Collected data entries
========================================

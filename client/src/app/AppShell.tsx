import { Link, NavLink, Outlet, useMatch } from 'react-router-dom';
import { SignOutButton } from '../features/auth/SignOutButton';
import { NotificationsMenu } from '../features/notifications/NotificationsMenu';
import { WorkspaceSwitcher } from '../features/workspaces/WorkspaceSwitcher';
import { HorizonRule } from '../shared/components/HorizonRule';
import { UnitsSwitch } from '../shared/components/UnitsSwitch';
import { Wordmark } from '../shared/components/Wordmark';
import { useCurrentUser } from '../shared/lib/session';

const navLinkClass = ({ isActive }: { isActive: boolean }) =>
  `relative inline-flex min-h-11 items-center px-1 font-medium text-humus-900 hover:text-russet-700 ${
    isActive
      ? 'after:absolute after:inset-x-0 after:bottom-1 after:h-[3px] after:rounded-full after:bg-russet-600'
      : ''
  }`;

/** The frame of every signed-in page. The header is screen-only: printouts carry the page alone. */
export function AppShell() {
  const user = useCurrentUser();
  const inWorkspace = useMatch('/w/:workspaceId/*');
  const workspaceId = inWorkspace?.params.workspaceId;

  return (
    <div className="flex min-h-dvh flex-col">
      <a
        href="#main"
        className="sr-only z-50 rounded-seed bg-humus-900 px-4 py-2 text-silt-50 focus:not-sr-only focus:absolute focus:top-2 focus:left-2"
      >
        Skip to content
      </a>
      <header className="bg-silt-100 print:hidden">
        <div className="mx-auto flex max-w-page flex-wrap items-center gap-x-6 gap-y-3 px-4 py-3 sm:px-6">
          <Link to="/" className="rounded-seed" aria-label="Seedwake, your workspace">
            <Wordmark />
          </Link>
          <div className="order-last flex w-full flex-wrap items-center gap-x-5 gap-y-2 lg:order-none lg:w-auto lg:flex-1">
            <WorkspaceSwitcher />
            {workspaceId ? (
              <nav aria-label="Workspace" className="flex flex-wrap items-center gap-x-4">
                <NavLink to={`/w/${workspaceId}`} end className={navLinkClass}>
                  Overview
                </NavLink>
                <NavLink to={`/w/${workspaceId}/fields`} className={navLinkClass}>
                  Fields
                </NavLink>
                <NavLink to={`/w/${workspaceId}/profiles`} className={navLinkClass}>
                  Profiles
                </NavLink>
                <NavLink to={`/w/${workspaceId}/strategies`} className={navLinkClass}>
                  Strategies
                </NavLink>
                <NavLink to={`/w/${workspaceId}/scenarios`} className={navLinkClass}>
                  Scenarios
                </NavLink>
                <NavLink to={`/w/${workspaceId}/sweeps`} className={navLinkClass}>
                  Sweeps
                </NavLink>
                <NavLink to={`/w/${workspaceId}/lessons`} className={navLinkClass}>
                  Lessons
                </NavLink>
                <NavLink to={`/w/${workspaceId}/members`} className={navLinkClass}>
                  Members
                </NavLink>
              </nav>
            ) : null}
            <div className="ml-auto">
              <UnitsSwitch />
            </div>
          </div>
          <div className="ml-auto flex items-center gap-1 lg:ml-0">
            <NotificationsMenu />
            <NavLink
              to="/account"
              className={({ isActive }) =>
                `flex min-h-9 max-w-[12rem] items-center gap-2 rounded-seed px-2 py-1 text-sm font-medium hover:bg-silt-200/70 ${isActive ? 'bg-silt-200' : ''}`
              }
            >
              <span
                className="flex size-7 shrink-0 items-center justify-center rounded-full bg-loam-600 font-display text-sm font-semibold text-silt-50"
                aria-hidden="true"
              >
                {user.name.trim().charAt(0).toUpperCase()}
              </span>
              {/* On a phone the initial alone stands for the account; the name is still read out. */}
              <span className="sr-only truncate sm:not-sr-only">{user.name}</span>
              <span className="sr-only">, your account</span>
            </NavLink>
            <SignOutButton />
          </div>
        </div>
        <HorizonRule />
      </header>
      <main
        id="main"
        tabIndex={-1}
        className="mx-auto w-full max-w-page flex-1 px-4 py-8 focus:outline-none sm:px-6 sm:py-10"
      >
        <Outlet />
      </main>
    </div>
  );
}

========================================

▶ [About this exercise]
Quote the data in full, keeping each word unchanged.

▶ [Result of the task]
filename client/src/app/AppShell.tsx
import { Link, NavLink, Outlet, useMatch } from 'react-router-dom';
import { SignOutButton } from '../features/auth/SignOutButton';
import { NotificationsMenu } from '../features/notifications/NotificationsMenu';
import { WorkspaceSwitcher } from '../features/workspaces/WorkspaceSwitcher';
import { HorizonRule } from '../shared/components/HorizonRule';
import { UnitsSwitch } from '../shared/components/UnitsSwitch';
import { Wordmark } from '../shared/components/Wordmark';
import { useCurrentUser } from '../shared/lib/session';

const navLinkClass = ({ isActive }: { isActive: boolean }) =>
  `relative inline-flex min-h-11 items-center px-1 font-medium text-humus-900 hover:text-russet-700 ${
    isActive
      ? 'after:absolute after:inset-x-0 after:bottom-1 after:h-[3px] after:rounded-full after:bg-russet-600'
      : ''
  }`;

/** The frame of every signed-in page. The header is screen-only: printouts carry the page alone. */
export function AppShell() {
  const user = useCurrentUser();
  const inWorkspace = useMatch('/w/:workspaceId/*');
  const workspaceId = inWorkspace?.params.workspaceId;

  return (
    <div className="flex min-h-dvh flex-col">
      <a
        href="#main"
        className="sr-only z-50 rounded-seed bg-humus-900 px-4 py-2 text-silt-50 focus:not-sr-only focus:absolute focus:top-2 focus:left-2"
      >
        Skip to content
      </a>
      <header className="bg-silt-100 print:hidden">
        <div className="mx-auto flex max-w-page flex-wrap items-center gap-x-6 gap-y-3 px-4 py-3 sm:px-6">
          <Link to="/" className="rounded-seed" aria-label="Seedwake, your workspace">
            <Wordmark />
          </Link>
          <div className="order-last flex w-full flex-wrap items-center gap-x-5 gap-y-2 lg:order-none lg:w-auto lg:flex-1">
            <WorkspaceSwitcher />
            {workspaceId ? (
              <nav aria-label="Workspace" className="flex flex-wrap items-center gap-x-4">
                <NavLink to={`/w/${workspaceId}`} end className={navLinkClass}>
                  Overview
                </NavLink>
                <NavLink to={`/w/${workspaceId}/fields`} className={navLinkClass}>
                  Fields
                </NavLink>
                <NavLink to={`/w/${workspaceId}/profiles`} className={navLinkClass}>
                  Profiles
                </NavLink>
                <NavLink to={`/w/${workspaceId}/strategies`} className={navLinkClass}>
                  Strategies
                </NavLink>
                <NavLink to={`/w/${workspaceId}/scenarios`} className={navLinkClass}>
                  Scenarios
                </NavLink>
                <NavLink to={`/w/${workspaceId}/sweeps`} className={navLinkClass}>
                  Sweeps
                </NavLink>
                <NavLink to={`/w/${workspaceId}/lessons`} className={navLinkClass}>
                  Lessons
                </NavLink>
                <NavLink to={`/w/${workspaceId}/members`} className={navLinkClass}>
                  Members
                </NavLink>
              </nav>
            ) : null}
            <div className="ml-auto">
              <UnitsSwitch />
            </div>
          </div>
          <div className="ml-auto flex items-center gap-1 lg:ml-0">
            <NotificationsMenu />
            <NavLink
              to="/account"
              className={({ isActive }) =>
                `flex min-h-9 max-w-[12rem] items-center gap-2 rounded-seed px-2 py-1 text-sm font-medium hover:bg-silt-200/70 ${isActive ? 'bg-silt-200' : ''}`
              }
            >
              <span
                className="flex size-7 shrink-0 items-center justify-center rounded-full bg-loam-600 font-display text-sm font-semibold text-silt-50"
                aria-hidden="true"
              >
                {user.name.trim().charAt(0).toUpperCase()}
              </span>
              {/* On a phone the initial alone stands for the account; the name is still read out. */}
              <span className="sr-only truncate sm:not-sr-only">{user.name}</span>
              <span className="sr-only">, your account</span>
            </NavLink>
            <SignOutButton />
          </div>
        </div>
        <HorizonRule />
      </header>
      <main
        id="main"
        tabIndex={-1}
        className="mx-auto w-full max-w-page flex-1 px-4 py-8 focus:outline-none sm:px-6 sm:py-10"
      >
        <Outlet />
      </main>
    </div>
  );
}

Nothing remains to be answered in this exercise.